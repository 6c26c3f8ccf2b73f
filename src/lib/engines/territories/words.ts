const shown = 5;

/** `#3, #4 and 7 more`: units as messages name them. */
export const listed = (units: readonly number[]) => listedAs('#', units);

/** `@3, @4 and 7 more`: territories as messages name them. */
export const listedTerritories = (territories: readonly number[]) => listedAs('@', territories);

function listedAs(sign: string, numbers: readonly number[]): string {
	const names = numbers.slice(0, shown).map((n) => `${sign}${n}`);
	const more = numbers.length - names.length;
	if (more > 0) return `${names.join(', ')} and ${more} more`;
	if (names.length < 2) return names.join('');
	return `${names.slice(0, -1).join(', ')} and ${names[names.length - 1]}`;
}

/** A load as people read it: `12,340`, `12.3`. */
export function amount(value: number): string {
	const places = Math.abs(value) >= 1000 ? 0 : Math.abs(value) >= 10 ? 1 : 3;
	const [whole, part] = String(Number(value.toFixed(places))).split('.');
	const grouped = /^-?\d+$/.test(whole) ? whole.replace(/\B(?=(\d{3})+$)/g, ',') : whole;
	return part ? `${grouped}.${part}` : grouped;
}

/** A share as a percentage with one decimal, rounded up, so that `x would do` stays true. */
export const percentUp = (share: number) => `${Math.ceil(share * 1000 - 1e-6) / 10} %`;

/** `1 unit`, `7 units`. */
export const counted = (count: number, one: string, many: string) =>
	`${amount(count)} ${count === 1 ? one : many}`;
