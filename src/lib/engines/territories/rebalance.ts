import { lowerBound } from './lower-bound.ts';
import { planFrom } from './plan-from.ts';
import { preCheck } from './pre-check.ts';
import type { Prepared } from './prepare.ts';
import { prepare } from './prepared.ts';
import type { Plan, RebalanceResult, TerritoryProblem, Watch } from './problem.ts';
import { search } from './search.ts';
import { shortfall } from './shortfall.ts';

/**
 * Evens out territories: every measure within its tolerance of the targets, every territory in one
 * piece, all rules kept, and today disturbed as little as the goal allows; or why it cannot be done; or,
 * undecided, the plan that came nearest. The same problem gives the same answer.
 *
 * A plan proposed keeps every rule (`checkPlan` tells so by itself). `lowerBound` is never above the
 * cost of any plan that does; `proved` is said only where the bound meets the cost.
 * A cancelled run answers with the best so far.
 *
 * @throws RangeError for a programmer's error: see `validate`
 */
export async function rebalance(
	problem: TerritoryProblem,
	watch: Watch = {},
): Promise<RebalanceResult> {
	const prepared = prepare(problem);
	if ('status' in prepared) return prepared;
	watch.progress?.('Checking the rules', 0);
	const obstacle = preCheck(prepared);
	if (obstacle) return obstacle;
	const found = await search(prepared, stage(watch, 0.02, 0.7));
	const plan = found && found.conflicts === 0 ? planFrom(prepared, found.assignment) : null;
	const rest = stage(watch, 0.72, 0.28);
	if (plan && found?.sound) return proposed(prepared, plan, rest);
	return undecided(prepared, plan, rest);
}

/** The part of the whole from `from` on that takes `share` of it. */
function stage(watch: Watch, from: number, share: number): Watch {
	return {
		...watch,
		progress: (step, part) => watch.progress?.(step, from + part * share),
	};
}

async function proposed(prepared: Prepared, plan: Plan, watch: Watch): Promise<RebalanceResult> {
	const { value } = await lowerBound(prepared, { incumbentCost: plan.cost, watch });
	const bound = Math.min(value, plan.cost);
	const meets = bound >= plan.cost - 1e-9 * (1 + plan.cost);
	const proved = meets && prepared.problem.goal === 'fewest-moves';
	return { status: 'proposed', ...plan, lowerBound: bound, proved };
}

async function undecided(
	prepared: Prepared,
	best: Plan | null,
	watch: Watch,
): Promise<RebalanceResult> {
	const { value } = await lowerBound(prepared, { watch });
	const stopped = watch.cancelled?.() ? 'The run was stopped. ' : '';
	const message = best
		? shortfall(prepared, best)
		: 'No assignment in one piece that keeps the rules was found; whether there is one is open.';
	return { status: 'undecided', best, lowerBound: value, message: stopped + message };
}
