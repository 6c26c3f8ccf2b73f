import type { SearchTerms } from './search-terms.ts';

/**
 * Joins `part` to the rest of `territory` (or, at -1, to whichever territory may take all of it) by
 * giving that territory the cheapest path of free units in between, if that costs at most `most`.
 * The units of path and part are noted in `links`. Bordering territories may be torn by it: the caller
 * looks again. A part at -1 is put into the territory it reaches.
 *
 * Source of the method: E. W. Dijkstra, A Note on Two Problems in Connexion with Graphs (1959), over
 * units, each weighted with its cost.
 */
export function linkPath(
	terms: SearchTerms,
	assignment: Int32Array,
	links: Uint8Array,
	part: readonly number[],
	territory: number,
	most = Infinity,
): boolean {
	const { prepared } = terms;
	const goals =
		territory >= 0 ? [territory] : Array.from({ length: prepared.territories }, (_, t) => t);
	let best: { path: number[]; cost: number; goal: number } | null = null;
	for (const goal of goals) {
		if (territory < 0 && !part.every((unit) => mayEnter(terms, unit, goal))) continue;
		const found = cheapest(terms, assignment, links, part, goal, best?.cost ?? most);
		if (found) best = { ...found, goal };
	}
	if (!best) return false;
	for (const unit of best.path) {
		for (const u of prepared.blocks[prepared.block[unit]]) {
			assignment[u] = best.goal;
			links[u] = 1;
		}
	}
	for (const unit of part) {
		assignment[unit] = best.goal;
		links[unit] = 1;
	}
	return true;
}

const mayEnter = ({ row, may, prepared }: SearchTerms, unit: number, t: number) =>
	may[row[unit] * prepared.territories + t] === 1;

/** The cheapest path from `part` to a unit of `goal` outside it, cheaper than `most`. */
function cheapest(
	terms: SearchTerms,
	assignment: Int32Array,
	links: Uint8Array,
	part: readonly number[],
	goal: number,
	most: number,
): { path: number[]; cost: number } | null {
	const { offsets, targets } = terms.prepared.graph;
	const reached = new Map<number, { cost: number; from: number }>();
	for (const unit of part) reached.set(unit, { cost: 0, from: -1 });
	const isPart = new Set(part);
	const open = new Set(part);
	while (open.size > 0) {
		let unit = -1;
		let cost = Infinity;
		for (const candidate of open) {
			const known = (reached.get(candidate) as { cost: number }).cost;
			if (known < cost) [unit, cost] = [candidate, known];
		}
		open.delete(unit);
		if (cost >= most) return null;
		for (let i = offsets[unit]; i < offsets[unit + 1]; i++) {
			const next = targets[i];
			if (isPart.has(next)) continue;
			if (assignment[next] === goal) return { path: pathTo(reached, unit, isPart), cost };
			if (!terms.movable[next] || links[next] || !mayEnter(terms, next, goal)) continue;
			const known = reached.get(next)?.cost ?? Infinity;
			const through = cost + terms.prepared.cost[next] + 1e-9;
			if (through >= known) continue;
			reached.set(next, { cost: through, from: unit });
			open.add(next);
		}
	}
	return null;
}

function pathTo(
	reached: Map<number, { cost: number; from: number }>,
	end: number,
	isPart: Set<number>,
): number[] {
	const path: number[] = [];
	for (let unit = end; unit >= 0 && !isPart.has(unit);) {
		path.push(unit);
		unit = (reached.get(unit) as { from: number }).from;
	}
	return path;
}
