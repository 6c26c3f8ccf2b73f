import { canLeave, type ContiguityScratch } from './contiguity.ts';
import type { Stream } from './least-streams.ts';
import type { SearchState } from './search-state.ts';

/**
 * Carries out streams by moving border units one at a time, those first that cost least and leave the
 * fewest borders cut, while every territory stays in one piece. What no unit can carry is left undone.
 */
export function realiseStreams(
	state: SearchState,
	scratch: ContiguityScratch,
	streams: readonly Stream[],
	cutWeight: number,
): void {
	const left = streams.map(({ units }) => units);
	for (let moved = true; moved;) {
		moved = false;
		streams.forEach(({ from, to }, i) => {
			if (left[i] < 0.3) return;
			const unit = bestUnit(state, scratch, from, to, left[i], cutWeight);
			if (unit < 0) return;
			left[i] -= weight(state, unit, from);
			state.move(unit, to);
			moved = true;
		});
	}
}

/** Load of a unit in mean units of `territory`, the largest over the measures. */
function weight({ terms, loads, sizes }: SearchState, unit: number, territory: number): number {
	const { bound, loads: own, units, territories } = terms.prepared;
	let most = 0;
	for (let m = 0; m < bound.length; m++) {
		const mean = loads[m * territories + territory] / sizes[territory];
		if (mean > 0) most = Math.max(most, own[m * units + unit] / mean);
	}
	return most;
}

function bestUnit(
	state: SearchState,
	scratch: ContiguityScratch,
	from: number,
	to: number,
	room: number,
	cutWeight: number,
): number {
	const { prepared, movable, grouped, may, row, apart } = state.terms;
	const { members, sizes, assignment } = state;
	let best = -1;
	let least = Infinity;
	for (let k = 0; k < sizes[from]; k++) {
		const unit = members[from][k];
		if (!movable[unit] || grouped[unit] || !may[row[unit] * prepared.territories + to]) continue;
		if (!borders(state, unit, to)) continue;
		const carried = weight(state, unit, from);
		if (carried > room + 0.5 || carried < 0.05) continue;
		const price = (moveCost(state, unit, from, to) + 1e-3) / Math.min(carried, room);
		const energy = price + cutWeight * state.cutChange(unit, from, to);
		if (energy >= least || sizes[from] < 2) continue;
		if (apart[unit]?.some((other) => assignment[other] === to)) continue;
		if (!canLeave(prepared.graph, assignment, unit, scratch)) continue;
		best = unit;
		least = energy;
	}
	return best;
}

function borders({ assignment, terms }: SearchState, unit: number, to: number): boolean {
	const { offsets, targets } = terms.prepared.graph;
	for (let i = offsets[unit]; i < offsets[unit + 1]; i++) {
		if (assignment[targets[i]] === to) return true;
	}
	return false;
}

function moveCost({ terms }: SearchState, unit: number, from: number, to: number): number {
	const home = terms.prepared.problem.today[unit];
	if (from === home) return terms.cost[unit];
	return to === home ? -terms.cost[unit] : 0;
}
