/**
 * Everything people decide about the territories of a sheet, kept whole at every save so that any earlier
 * state can be read again. Regions and territories are named by their keys, measures by their ids.
 */
export interface TerritoryDraft {
	/** in the order of the list; keys are given once and never used again */
	territories: TerritoryEntry[];
	/** region key -> territory key; a region that is not named has none */
	assignment: Record<string, string>;
	/** region key -> territory it must end in, and why */
	locks: Record<string, { territory: string; reason: string }>;
	together: [string, string][];
	apart: [string, string][];
	/** pairs of regions across water that count as joined, of those the boundary set has */
	waterLinks: [string, string][];
	/** pairs joined by hand: a bridge, a ferry, a road through a third country */
	handLinks: { a: string; b: string; reason: string }[];
	wishes: Wishes;
}

export interface TerritoryEntry {
	key: string;
	name: string;
	/** who serves it; '' when vacant */
	person: string;
	/** where a handover list is sent; '' for none */
	email: string;
	/** region key of the home unit, or null */
	base: string | null;
	/** share of a full load, 1 = full time */
	capacity: number;
	frozen: boolean;
	/** nobody serves it at the time, and it stays */
	vacant: boolean;
	/** ends: all its regions are handed out */
	closing: boolean;
}

/** What a rebalance is asked for. */
export interface Wishes {
	/** measure id -> largest deviation allowed, 0.1 for 10 %; measures not named are free */
	tolerances: Record<string, number>;
	/** what a move costs: each unit 1, or the value of a measure (its id) */
	cost: 'units' | string;
	goal: 'fewest-moves' | 'least-deviation';
	/** 0 (none) to 1 */
	compactness: number;
	/** a unit goes no further than so many territories; null: no such rule */
	reach: number | null;
	seed: number;
	effort: 'quick' | 'normal' | 'thorough';
}

export const firstWishes: Wishes = {
	tolerances: {},
	cost: 'units',
	goal: 'fewest-moves',
	compactness: 0.15,
	reach: null,
	seed: 1,
	effort: 'normal',
};

/** A sheet before anybody saved territories for it. */
export const noTerritories: TerritoryDraft = {
	territories: [],
	assignment: {},
	locks: {},
	together: [],
	apart: [],
	waterLinks: [],
	handLinks: [],
	wishes: firstWishes,
};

***

> [PROBLEM REQUIREMENTS] Repeat the lines above, from the one containing "asked for. */" to the final line, word for word and with nothing else.

> [WRITTEN RESPONSE]
/** What a rebalance is asked for. */
export interface Wishes {
	/** measure id -> largest deviation allowed, 0.1 for 10 %; measures not named are free */
	tolerances: Record<string, number>;
	/** what a move costs: each unit 1, or the value of a measure (its id) */
	cost: 'units' | string;
	goal: 'fewest-moves' | 'least-deviation';
	/** 0 (none) to 1 */
	compactness: number;
	/** a unit goes no further than so many territories; null: no such rule */
	reach: number | null;
	seed: number;
	effort: 'quick' | 'normal' | 'thorough';
}

export const firstWishes: Wishes = {
	tolerances: {},
	cost: 'units',
	goal: 'fewest-moves',
	compactness: 0.15,
	reach: null,
	seed: 1,
	effort: 'normal',
};

/** A sheet before anybody saved territories for it. */
export const noTerritories: TerritoryDraft = {
	territories: [],
	assignment: {},
	locks: {},
	together: [],
	apart: [],
	waterLinks: [],
	handLinks: [],
	wishes: firstWishes,
};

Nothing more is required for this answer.